---------- Information given
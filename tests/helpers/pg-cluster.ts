/**
 * A throwaway PostgreSQL cluster for tests and benches: made with the machine's
 * own PostgreSQL (Debian's packages put it in /usr/lib/postgresql/<version>/bin),
 * in a temporary directory, listening on a free port of 127.0.0.1 only, its socket
 * in that directory; stopped and removed by `destroy()`.
 *
 * Without PostgreSQL the suites that need it skip and say so loudly, unless
 * SHAFTNET_REQUIRE_POSTGRES=1 (CI), which makes a missing PostgreSQL a failure.
 * initdb refuses to run as root: as root, the cluster is made and run as the
 * system user `postgres` (which the package creates).
 */
import { execFileSync, spawnSync } from 'node:child_process';
import fs from 'node:fs';
import net from 'node:net';
import os from 'node:os';
import path from 'node:path';
import pg from 'pg';

/** The newest PostgreSQL bin directory on this machine that has initdb and pg_ctl, or undefined. */
export function findPgBin(): string | undefined {
  const root = '/usr/lib/postgresql';
  let versions: string[];
  try {
    versions = fs.readdirSync(root);
  } catch {
    return undefined;
  }
  const bins = versions
    .filter((v) => /^\d+(\.\d+)?$/.test(v))
    .sort((a, b) => Number(b) - Number(a))
    .map((v) => path.join(root, v, 'bin'))
    .filter((bin) => fs.existsSync(path.join(bin, 'initdb')) && fs.existsSync(path.join(bin, 'pg_ctl')));
  return bins[0];
}

/** Whether the tests can make a cluster here, and if not, why. */
export function pgAvailability(): { available: true; bin: string } | { available: false; reason: string } {
  const bin = findPgBin();
  if (bin === undefined) return { available: false, reason: 'no PostgreSQL found in /usr/lib/postgresql/*/bin (apt-get install postgresql)' };
  if (process.getuid?.() === 0 && runAsUid('postgres') === undefined) {
    return { available: false, reason: 'running as root and there is no system user "postgres" to run initdb as' };
  }
  return { available: true, bin };
}

/**
 * The skip decision for a suite that needs PostgreSQL: `skip` is true when it is
 * missing (and a loud line says so); with SHAFTNET_REQUIRE_POSTGRES=1 a missing
 * PostgreSQL throws instead, failing the test file.
 */
export function pgSuiteGate(suite: string): { skip: boolean; bin: string } {
  const a = pgAvailability();
  if (a.available) return { skip: false, bin: a.bin };
  if (process.env.SHAFTNET_REQUIRE_POSTGRES === '1') {
    throw new Error(`SHAFTNET_REQUIRE_POSTGRES=1 but PostgreSQL cannot be used: ${a.reason}`);
  }
  console.warn(`\n*** SKIPPED: ${suite}: ${a.reason}. Set SHAFTNET_REQUIRE_POSTGRES=1 to make this a failure. ***\n`);
  return { skip: true, bin: '' };
}

function runAsUid(user: string): number | undefined {
  const r = spawnSync('id', ['-u', user], { encoding: 'utf8' });
  return r.status === 0 ? Number(r.stdout.trim()) : undefined;
}

/** A port that was free a moment ago on 127.0.0.1. */
export function freePort(): Promise<number> {
  return new Promise((resolve, reject) => {
    const srv = net.createServer();
    srv.once('error', reject);
    srv.listen(0, '127.0.0.1', () => {
      const port = (srv.address() as net.AddressInfo).port;
      srv.close(() => resolve(port));
    });
  });
}

export interface PgClusterOptions {
  /**
   * true: fsync on, as a real server runs (benches). Default false: fsync off, for
   * speed. A test that kills PostgreSQL itself still loses nothing committed (the
   * operating system keeps the written pages); only a machine crash would.
   */
  readonly durable?: boolean;
}

export interface PgCluster {
  readonly dir: string;
  readonly port: number;
  /** A postgres:// URL of a database in this cluster (over TCP on 127.0.0.1). */
  url(database: string): string;
  /** Creates a new, empty database and answers its URL. */
  createDatabase(name: string): Promise<string>;
  /** Stops the server (`fast`: clients are told and disconnected; `immediate`: as if it crashed). */
  stop(mode?: 'fast' | 'immediate'): void;
  /** Starts it again on the same port. */
  start(): void;
  /** Stops the server and removes its directory. */
  destroy(): void;
}

/** Clusters of this process still running: stopped at its exit if a suite's teardown never ran. */
const running = new Set<() => void>();
let exitHook = false;

/** Makes, starts and answers a throwaway cluster. */
export async function startPgCluster(bin: string, options: PgClusterOptions = {}): Promise<PgCluster> {
  const asRoot = process.getuid?.() === 0;
  const dir = fs.mkdtempSync(path.join(os.tmpdir(), 'shaftnet-pg-'));
  const data = path.join(dir, 'data');
  const pgUid = asRoot ? runAsUid('postgres') : undefined;
  if (pgUid !== undefined) fs.chownSync(dir, pgUid, pgUid);
  const exec = (tool: string, args: string[]) => {
    const cmd = asRoot ? 'runuser' : path.join(bin, tool);
    const argv = asRoot ? ['-u', 'postgres', '--', path.join(bin, tool), ...args] : args;
    try {
      execFileSync(cmd, argv, { stdio: ['ignore', 'pipe', 'pipe'], cwd: dir });
    } catch (err) {
      const e = err as { stderr?: Buffer; stdout?: Buffer };
      let log = '';
      try {
        log = fs.readFileSync(path.join(dir, 'log'), 'utf8').slice(-2000);
      } catch {
        // no log yet
      }
      throw new Error(`${tool} ${args.join(' ')} failed: ${String(e.stderr ?? '')}${String(e.stdout ?? '')}\n${log}`);
    }
  };
  exec('initdb', ['-D', data, '-A', 'trust', '-U', 'postgres', '--no-sync', '-E', 'UTF8', '--locale=C.UTF-8']);
  let port = 0;
  const start = () => {
    const settings = [
      `-p ${port}`,
      `-k ${dir}`,
      '-c listen_addresses=127.0.0.1',
      '-c max_connections=100',
      options.durable ? '-c fsync=on' : '-c fsync=off -c full_page_writes=off',
    ].join(' ');
    exec('pg_ctl', ['-D', data, '-o', settings, '-l', path.join(dir, 'log'), '-w', '-t', '60', 'start']);
  };
  // The free port may be taken between finding and binding it: try a few.
  for (let attempt = 1; ; attempt++) {
    port = await freePort();
    try {
      start();
      break;
    } catch (err) {
      if (attempt >= 3) {
        fs.rmSync(dir, { recursive: true, force: true });
        throw err;
      }
    }
  }
  const url = (database: string) => `postgres://postgres@127.0.0.1:${port}/${encodeURIComponent(database)}`;
  let up = true;
  const destroy = () => {
    running.delete(destroy);
    try {
      if (up) exec('pg_ctl', ['-D', data, '-m', 'immediate', '-w', 'stop']);
    } finally {
      up = false;
      fs.rmSync(dir, { recursive: true, force: true });
    }
  };
  running.add(destroy);
  if (!exitHook) {
    exitHook = true;
    process.once('exit', () => {
      for (const d of [...running]) {
        try {
          d();
        } catch {
          // best effort at exit
        }
      }
    });
  }
  return {
    dir,
    port,
    url,
    async createDatabase(name: string) {
      const client = new pg.Client({ connectionString: url('postgres') });
      await client.connect();
      try {
        await client.query(`CREATE DATABASE "${name.replace(/"/g, '""')}"`);
      } finally {
        await client.end();
      }
      return url(name);
    },
    stop(mode = 'fast') {
      exec('pg_ctl', ['-D', data, '-m', mode, '-w', 'stop']);
      up = false;
    },
    start() {
      start();
      up = true;
    },
    destroy,
  };
}
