/**
 * The review routes of the API used by the calculation sheet and the compare views: the sheet of a
 * stored revision (a URL to open), the sheet of an unsaved model (HTML answered to a POST, opened
 * through a Blob URL), and the two comparisons. Errors become `ApiError` as in api.ts.
 */
import type { Comparison } from '../../shared-types/compare.js';
import type { Model } from '../../shared-types/model.js';
import { ApiError, requestInit } from './api.js';

/** A comparison as the API answers it: the sides that did not solve are named. */
export interface ComparisonAnswer extends Comparison {
  readonly unsolved: ReadonlyArray<{ side: 'from' | 'to'; code: string; message: string }>;
}

const enc = encodeURIComponent;

async function send(path: string, init: RequestInit): Promise<Response> {
  let res: Response;
  try {
    res = await fetch(path, init);
  } catch {
    throw new ApiError(0, 'SN_NETWORK', 'The server cannot be reached.');
  }
  if (res.ok) return res;
  let body: { error?: { code?: string; message?: string; issues?: [] } } | undefined;
  try {
    body = (await res.json()) as typeof body;
  } catch {
    body = undefined;
  }
  throw new ApiError(res.status, body?.error?.code ?? `HTTP_${res.status}`, body?.error?.message ?? `${res.status} ${res.statusText}`, body?.error?.issues ?? []);
}

/** The address of a stored revision's calculation sheet. */
export function sheetUrl(id: string, revision: number): string {
  return `/api/models/${enc(id)}/revisions/${revision}/sheet`;
}

/** The calculation sheet of an unsaved model, as HTML text. */
export async function unsavedSheet(model: Model): Promise<string> {
  const init = requestInit('POST', model);
  return (await send('/api/sheet', { ...init, headers: { ...(init.headers as Record<string, string>), accept: 'text/html' } })).text();
}

/** Two stored revisions compared (inputs and results). */
export async function compareStored(id: string, from: number, to: number): Promise<ComparisonAnswer> {
  return (await send(`/api/models/${enc(id)}/compare?from=${from}&to=${to}`, requestInit('GET'))).json() as Promise<ComparisonAnswer>;
}

/** Two models compared (the library's latest and the user's unsaved edit). */
export async function compareModels(from: Model, to: Model): Promise<ComparisonAnswer> {
  return (await send('/api/compare', requestInit('POST', { from, to }))).json() as Promise<ComparisonAnswer>;
}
--------------------
## Assignment
Over all the entries, say how many lines hold the string "encodeURIComponent". The reply is the number alone.

## Answer to this task
2